# Quick Drilling Question



## stereo.pete (May 7, 2013)

Quick question for you pros out there, I started drilling pin holes and a lanyard loop hole in my next knife. For the lanyard loop I started with an 1/8th inch pilot hole and then when I went to drill through that with a 1/4" bit I snapped the bit off and I have two huge burrs sticking out. Two questions, 1: What did I do wrong and 2: what can I do to fix this?


----------



## GlassEye (May 7, 2013)

Looks like you need to go slower. Were you using a press or hand-held drill?


----------



## stereo.pete (May 7, 2013)

Hand-held drill (no press at the moment) and I started slow but the bit wasn't moving at all so I slowly increased speed and then it snapped.


----------



## ajhuff (May 7, 2013)

Looks like you have quite a bit of the bit sticking out? It's hard for me to see in the picture. If so, clamp on it with some vice grips, use a propane torch and heat up the steel around (before you ask, no not that hot). Back it out by hand. Avoid any thing called an e-z-out at all costs. Next time, slow speed, slow pressure, use a lube. I like the wax like stuff. Maybe consider getting a drill press stand that accepts a hand drill. Not that expensive and cheaper than a drill press if funds are low.

-AJ


----------



## stereo.pete (May 7, 2013)

ajhuff said:


> Looks like you have quite a bit of the bit sticking out? It's hard for me to see in the picture. If so, clamp on it with some vice grips, use a propane torch and heat up the steel around (before you ask, no not that hot). Back it out by hand. Avoid any thing called an e-z-out at all costs. Next time, slow speed, slow pressure, use a lube. I like the wax like stuff. Maybe consider getting a drill press stand that accepts a hand drill. Not that expensive and cheaper than a drill press if funds are low.
> 
> -AJ



AJ, the burr sticking out is actually the metal from the knife blank. The bit came out nice and clean, I may just have to cut that end off and and abandon the lanyard hole. Great idea for a drill press stand, I will start looking for one.


----------



## psfred (May 7, 2013)

What type of steel? If it's something that work hardens, you must use a good, sharp high speed steel bit, slow speed drill, and lubricant. A hand held drill will be WAY too fast unless you have a very old one that has gear reduction (WWII vintage). A drill press is a much better tool for this job, as you can slow it down properly.
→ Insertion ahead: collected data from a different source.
impl BoundedLaw {
    /// The law for `material` over `bands`, calibrated on the standard arc.
    /// Returns the law and every adjustment made to the material's data.
    pub fn new(
        material: &Material,
        bands: &BandSet,
    ) -> Result<(Self, Vec<Adjustment>), BoundedLawError> {
        Self::with_arc(material, bands, &CalibrationArc::standard())
    }

    /// The law calibrated on a chosen arc.
    pub fn with_arc(
        material: &Material,
        bands: &BandSet,
        arc: &CalibrationArc,
    ) -> Result<(Self, Vec<Adjustment>), BoundedLawError> {
        arc.check().map_err(BoundedLawError::BadArc)?;
        let diffusion = material
            .diffusion
            .ok_or_else(|| BoundedLawError::MissingDiffusion {
                material: material.name.clone(),
            })?;
        let model = ArcModel::new(arc);
        let n = bands.len();
        let mut law = Self {
            bands: n,
            reflectance: Bands::ZERO,
            scattering: Bands::ZERO,
            mix: Bands::ZERO,
            even_inner: Bands::ZERO,
            even_outer: Bands::ZERO,
            pdf_near: 0.0,
            pdf_even_inner: 0.0,
            pdf_even_outer: 0.0,
            near_level: model.near_level(),
            mirror_probability: 0.0,
            cos_near: model.cos_near,
            cos_cone: model.cos_cone,
            sin2_near: 1.0 - model.cos_near * model.cos_near,
            sin2_cone: 1.0 - model.cos_cone * model.cos_cone,
            arc: arc.clone(),
        };
        let mut adjustments = Vec::new();
        for b in 0..n {
            let band_hz = bands.centres_hz()[b];
            let check = |quantity: &'static str, value: f64| {
                if value.is_finite() && (0.0..=1.0).contains(&value) {
                    Ok(value)
                } else {
                    Err(BoundedLawError::OutOfRange {
                        material: material.name.clone(),
                        band_hz,
                        quantity,
                        value,
                    })
                }
            };
            let alpha = check("absorption", material.absorption[b])?;
            let s = check("scattering", material.scattering[b])?;
            let d = check("diffusion", diffusion[b])?;
            let bound = model.bound(s);
            // The same slack as the room checks, so `check` and the law agree.
            if d - PAIR_TOLERANCE > bound + 1e-12 {
                return Err(BoundedLawError::AboveBound {
                    material: material.name.clone(),
                    band_hz,
                    violation: BoundViolation::Exceeds {
                        s,
                        d,
                        s_used: s.min(model.s_star),
                        s_star: model.s_star,
                        d_max: bound,
                        excess: d - bound,
                        receivers: arc.receivers,
                        zone_receivers: arc.zone_receivers,
                    },
                });
            }
            let (w, used, reason) = solve_mix(&model, s, d);
            if let Some(reason) = reason {
                adjustments.push(Adjustment {
                    material: material.name.clone(),
                    band_hz,
                    scattering: s,
                    diffusion_requested: d,
                    diffusion_used: used,
                    reason,
                });
            }
            let (inner, outer) = model.even_levels(model.inner_level(s));
            law.reflectance[b] = 1.0 - alpha;
            law.scattering[b] = s;
            law.mix[b] = w;
            law.even_inner[b] = inner;
            law.even_outer[b] = outer;
        }
        let nf = n as f64;
        law.mirror_probability = (0..n).map(|b| 1.0 - law.scattering[b]).sum::<f64>() / nf;
        law.pdf_near = (0..n)
            .map(|b| law.scattering[b] * (1.0 - law.mix[b]))
            .sum::<f64>()
            / nf;
        law.pdf_even_inner = (0..n)
            .map(|b| law.scattering[b] * law.mix[b] * law.even_inner[b])
            .sum::<f64>()
            / nf;
        law.pdf_even_outer = (0..n)
            .map(|b| law.scattering[b] * law.mix[b] * law.even_outer[b])
            .sum::<f64>()
            / nf;
        Ok((law, adjustments))
    }

    /// Mixture weight w of the even component in band `band` (0 = all
    /// near-mirror, 1 = all even).
    #[must_use]
    pub fn mix_weight(&self, band: usize) -> f64 {
        self.mix[band]
    }

    /// The arc the law was calibrated on.
    #[must_use]
    pub fn calibration_arc(&self) -> &CalibrationArc {
        &self.arc
    }

    /// The law's own goniometer response at normal incidence in band `band`:
    /// the energy share of each arc receiver (sums to 1), computed from the
    /// component definitions, no Monte Carlo.
    #[must_use]
    pub fn predicted_arc_energies(&self, band: usize) -> Vec<f64> {
        ArcModel::new(&self.arc).energies(self.scattering[band], self.mix[band])
    }

    /// The d values reachable for scattering coefficient `s` on `arc`.
    pub fn reachable_diffusion(
        s: f64,
        arc: &CalibrationArc,
    ) -> Result<DiffusionRange, BoundedLawError> {
        arc.check().map_err(BoundedLawError::BadArc)?;
        let model = ArcModel::new(arc);
        Ok(DiffusionRange {
            least_even: model.diffusion(s, 0.0),
            most_even: model.diffusion(s, 1.0),
            bound: model.bound(s),
        })
    }

    /// Half-width Φ of the near-mirror component's azimuth spread for an
    /// arrival at u = sin²θ₀ leaving at v = sin²θ, radians: π at normal
    /// incidence, narrowing as π sin²γ / max(u, v) away from it. Symmetric in
    /// (u, v), as reciprocity needs.
    #[must_use]
    pub fn near_azimuth_half_width_rad(&self, u: f64, v: f64) -> f64 {
        let m = u.max(v);
        if m <= self.sin2_near {
            PI
        } else {
            (PI * self.sin2_near / m).min(PI)
        }
    }

    /// Normal-incidence density over η = sin²α of a component whose intensity
    /// per steradian is `level(η)`: π · level / cos α (dη dφ = 2 cos α dω).
    fn radial(level: f64, eta: f64) -> f64 {
        // Clamp 1 − η away from 0: the density is integrable there, and a
        // finite value keeps weight ratios finite (common practice, no source).
        PI * level / (1.0 - eta).max(1e-300).sqrt()
    }

    /// Densities over (v, φ) of the near-mirror component (unit energy) and
    /// of the even component with unit levels split as (inner, outer), for an
    /// arrival at u and an exit at v with azimuth offset Δφ from the mirror.
    /// Each is the folded density k(u, v) = ½[g(|u − v|) + g(u + v or
    /// 2 − u − v)] of its level function (see the module documentation); the
    /// two folded points are shared by all three.
    fn component_densities(&self, u: f64, v: f64, dphi: f64) -> (f64, f64, f64) {
        let half = self.near_azimuth_half_width_rad(u, v);
        let near_on = dphi.abs() <= half;
        let (mut near, mut inner, mut outer) = (0.0, 0.0, 0.0);
        for eta in [
            (u - v).abs(),
            if u + v <= 1.0 { u + v } else { 2.0 - u - v },
        ] {
            if near_on && eta <= self.sin2_near {
                near += Self::radial(self.near_level, eta);
            }
            if eta <= self.sin2_cone {
                inner += Self::radial(1.0, eta);
            } else {
                outer += Self::radial(1.0, eta);
            }
        }
        (
            0.5 * near / (2.0 * half),
            0.5 * inner / TAU,
            0.5 * outer / TAU,
        )
    }

    /// Per-band scattered densities over (v, φ) (scattering and reflectance
    /// included) and the sampling density over (v, φ) of the non-mirror lobes.
    fn densities(&self, u: f64, v: f64, dphi: f64) -> (Bands, f64) {
        let (near, inner, outer) = self.component_densities(u, v, dphi);
        let per_band = Bands(std::array::from_fn(|b| {
            if b >= self.bands || self.scattering[b] == 0.0 {
                return 0.0;
            }
            let w = self.mix[b];
            let q =
                (1.0 - w) * near + w * (self.even_inner[b] * inner + self.even_outer[b] * outer);
            self.reflectance[b] * self.scattering[b] * q
        }));
        let sampling =
            self.pdf_near * near + self.pdf_even_inner * inner + self.pdf_even_outer * outer;
        (per_band, sampling)
    }

    /// Projected-disk coordinates of an arrival and an exit: (u₀, v, Δφ),
    /// Δφ the exit azimuth less the mirror azimuth, in (−π, π].
    fn disk_coordinates(wo: DVec3, wi: DVec3) -> (f64, f64, f64) {
        let u = (wo.x * wo.x + wo.y * wo.y).min(1.0);
        let v = (wi.x * wi.x + wi.y * wi.y).min(1.0);
        let dphi = wrap_angle(wi.y.atan2(wi.x) - wo.y.atan2(wo.x) - PI);
        (u, v, dphi)
    }
}

/// An angle brought into (−π, π].
fn wrap_angle(a: f64) -> f64 {
    let r = a.rem_euclid(TAU);
    if r > PI {
        r - TAU
    } else {
        r
    }
}

/// Reflects x into [0, 1]: x < 0 → −x, x > 1 → 2 − x (x within [−1, 2]).
fn fold_unit(x: f64) -> f64 {
    if x < 0.0 {
        (-x).min(1.0)
    } else if x > 1.0 {
        (2.0 - x).max(0.0)
    } else {
        x
    }
}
Standard drill bits don't do what well in hard steel, and HSS bits are cheap enough.

Peter


----------



## DevinT (May 7, 2013)

Too much pressure and not enough speed. A little smaller pilot hole will also help.

Hoss


----------



## ajhuff (May 7, 2013)

I'm not a knife maker but I've wondered, why are you guys always high on HSS tool bits? I would go with cobalt. Why don't you guys use cobalt bits?

-AJ


----------



## DevinT (May 7, 2013)

Cobalt just means a better HSS with cobalt as one of the alloys. The brand or manufacture seems to make a bigger difference for me. There are also different grinds and spirals/flutes made for differing materials, matching the drill bit with the job and machine also helps.

Love and respect

Hoss


----------



## ajhuff (May 7, 2013)

Got it. Thanks.

-AJ


----------



## stereo.pete (May 8, 2013)

Thanks for the advice guys.


----------



## psfred (May 9, 2013)

High speed steels are alloys containing various amounts of tungsten, cobalt, manganese, vanadium, chromium, and other hard metals to make tools that will cut at high rotational and feed rates while remaining sharp. Some of them retain their hardness capabilities while running dull red heat, for instance. When drilling or machining hardened or work hardening steel, it's necessary to have a tool that remains harder than the material you are working -- just like trying to sharpen a RC 62 knife with a file, which is very likely softer than the knife, not gonna work well. HSS tools do not lose their hardness at the heat generated by the friction of the drill bit spinning on hard steel, unlike carbon steel bits, which then immediately become quite dull. From the looks of the chip, it appears that the steel in the knife blade as reached at least blue temperature, and likely somewhat higher. Bye bye carbon steel drill bit!

HSS drill bits are much cheaper now than they were some years ago, and are readily available. Carbon steel (blue) bits won't drill hardened knife steel well at all, they won't keep an edge long enough to get all the way through.

Peter


----------



## Stumblinman (May 9, 2013)

I'm a fan of step bits although not sure if this is the best for the application. Also a bit of cutting oil will help. I mainly work with mild steel though.


----------



## stereo.pete (May 9, 2013)

**Update: After taking everyone's advice into consideration, I had to go out and make a purchase that I knew would solve the problem. I purchased a tool that would handle the stress and pressure's of doing things the hard way.

Liquid Courage







All jokes aside, I switched to a non-carbon drill bit (@psfred) and went at it with copious amounts of WD40 and steady hands.








I was able to save the lanyard loop! Thanks everyone!


----------



## DevinT (May 9, 2013)

Pete, I tried to PM you and it said that you need to clear some space.

Hoss


----------



## stereo.pete (May 9, 2013)

Hoss,

I deleted a few PM's so I should have room now.


----------